¹Faculty of Natural Sciences, Quynhon University, 170 An Duong Vuong Street, Quynhon City, 55000 Binhdinh, Vietnam

²AgroParisTech, Paris-Saclay University, 16 Rue Claude Bernard, 75005 Paris, France

*Corresponding Author

Abstract

It is crucial for effective flood events management in a river basin that the relationship between land use, land cover (LULC) changes and peak flow. The flood in Central Vietnam got highly affected in recent decades due to several factors like deforestation, urbanization, lack of hydrometeorological stations, developmental monitoring and planning. This study quantifies the influence of LULC on the peak flow dynamics using a hydrological model, remote sensing technology in the Laigiang river basin. The responses of LULC changes on the peak flow and runoff volume were investigated using daily rainfall in December 2016 at the study area. The usage of the hydrological model defined that the changes in LULCs 2010-2020 caused momentous changes in hydrological response towards water flow. The rainy season floods in the bare land, low-density vegetation area, urban/built-up, and bare land while the normal flow gets the contribution from interflow generated from the dense forest.

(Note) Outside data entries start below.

def _build_sections(mesh: Mesh, axis: int, positions: np.ndarray, lower_ends: np.ndarray,
                    locations: frozenset) -> _Sections:
    """The section operator of ``positions`` along analysis axis ``axis`` (see :class:`_Sections`)."""
    lo, hi = cell_extent(mesh, axis, keep=False)  # the operator itself is kept
    dim = mesh.dimension
    offsets, n_cuts, n_added = [0], 0, 0
    measures, parents, corners, starts, ends, weights, centred = [], [], [], [], [], [], []
    for position, lower_end in zip(positions, lower_ends):
        crossed = (lo <= position) & (hi > position) if lower_end else (lo < position) & (hi >= position)
        cells = np.nonzero(crossed)[0]
        m, parent, start, end, t, plane_centred = (
            _layer_pieces(mesh, axis, float(position), bool(lower_end), cells, mesh.n_points + n_added)
            or _plane_pieces(mesh, axis, float(position), bool(lower_end), cells, mesh.n_points + n_added))
        # each cut edge once: the pieces of a plane share them. Numbered in the order the
        # pieces first use them, so the pieces read their corner values nearly in order
        start, end, t = start.ravel(), end.ravel(), t.ravel()
        key = start * np.int64(max(int(start.max(initial=0)), int(end.max(initial=0))) + 1) + end
        order = np.argsort(key, kind="stable")
        distinct = np.ones(key.size, dtype=bool)
        distinct[1:] = key[order[1:]] != key[order[:-1]]
        first = order[distinct]  # where each cut edge is used first, in key order
        by_use = np.argsort(first)
        number = np.empty(first.size, dtype=np.int64)
        number[by_use] = np.arange(first.size)
        cut = np.empty(key.size, dtype=np.int64)
        cut[order] = number[np.cumsum(distinct) - 1]
        first = first[by_use]
        n_added += sum(rows.size * (1 + _quad_faces(mesh.blocks[b].cell_type)) for b, rows in plane_centred)
        # kept per plane in the narrowest type their values need so far (joined below in the
        # final types): the planes' parts are what the building holds longest
        nodes = index_dtype(mesh.n_points + n_added)
        measures.append(m)
        parents.append(parent.astype(index_dtype(mesh.n_cells), copy=False))
        corners.append((cut.reshape(-1, dim) + n_cuts).astype(index_dtype(n_cuts + first.size), copy=False))
        starts.append(start[first].astype(nodes, copy=False))
        ends.append(end[first].astype(nodes, copy=False))
        weights.append(t[first])
        centred += plane_centred
        offsets.append(offsets[-1] + m.size)
        n_cuts += first.size
    node_type = index_dtype(mesh.n_points + n_added)

    def joined(arrays, dtype, shape=(0,), transposed=False):
        """The planes' arrays end to end in ``dtype`` (first axis; with ``transposed``, the last
        axis of the transposed parts). The list is emptied as its parts are copied, so no more
        than one plane's part is held twice (the first step's memory peak was here)."""
        if not arrays:
            return np.zeros(shape[::-1] if transposed else shape, dtype=dtype)
        total, rest = sum(a.shape[0] for a in arrays), arrays[0].shape[1:]
        out = np.empty(rest[::-1] + (total,) if transposed else (total,) + rest, dtype=dtype)
        at = 0
        while arrays:
            part = arrays.pop(0)
            rows = slice(at, at + part.shape[0])
            if transposed:
                out[..., rows] = part.T
            else:
                out[rows] = part
            at = rows.stop
        return out

    measures = joined(measures, np.float64)
    offsets = np.asarray(offsets, dtype=np.int64)
    points = "point" in locations
    return _Sections(
        locations=locations,
        offsets=offsets,
        areas=np.array([measures[a:b].sum() for a, b in zip(offsets[:-1], offsets[1:])]),
        measures=measures,
        corners=joined(corners, index_dtype(n_cuts), (0, dim), transposed=True) if points else None,
        parent=joined(parents, index_dtype(mesh.n_cells)) if "cell" in locations else None,
        start=joined(starts, node_type) if points else None,
        end=joined(ends, node_type) if points else None,
        weight=joined(weights, np.float64) if points else None,
        centred=tuple((b, rows.astype(index_dtype(mesh.n_cells))) for b, rows in centred) if points else ())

Keywords: Flood Events, Hydrological Modeling, Land Cover Changes, Lai Giang River, Vietnam

1. Introduction

In the past recent years, the weather has changed very complicatedly, causing floods and droughts which happened with increasing frequency and intensity, all linked to Global climate change [1]. This has threatened the process of stable and sustainable development for the world, especially in tropical countries. A flood can be confirmed in each river basin where is affected by the combined effects of factors such as rainfall, area of the basin, slope, elevation, land cover, and land use [2] [3] [4] and [5]. However, the influence of these factors on flooding in the river basin is not the same [6] and [7]. In particular, forests play a very important role in regulating water sources, reducing surface runoff and transferring rainwater infiltration into the ground. It is increasingly acknowledged that the impact of the change of land cover/land use (LULC) on the hydrological cycle of the basin has become a topic of great interest in the study of global environmental change [8] [9] and [10].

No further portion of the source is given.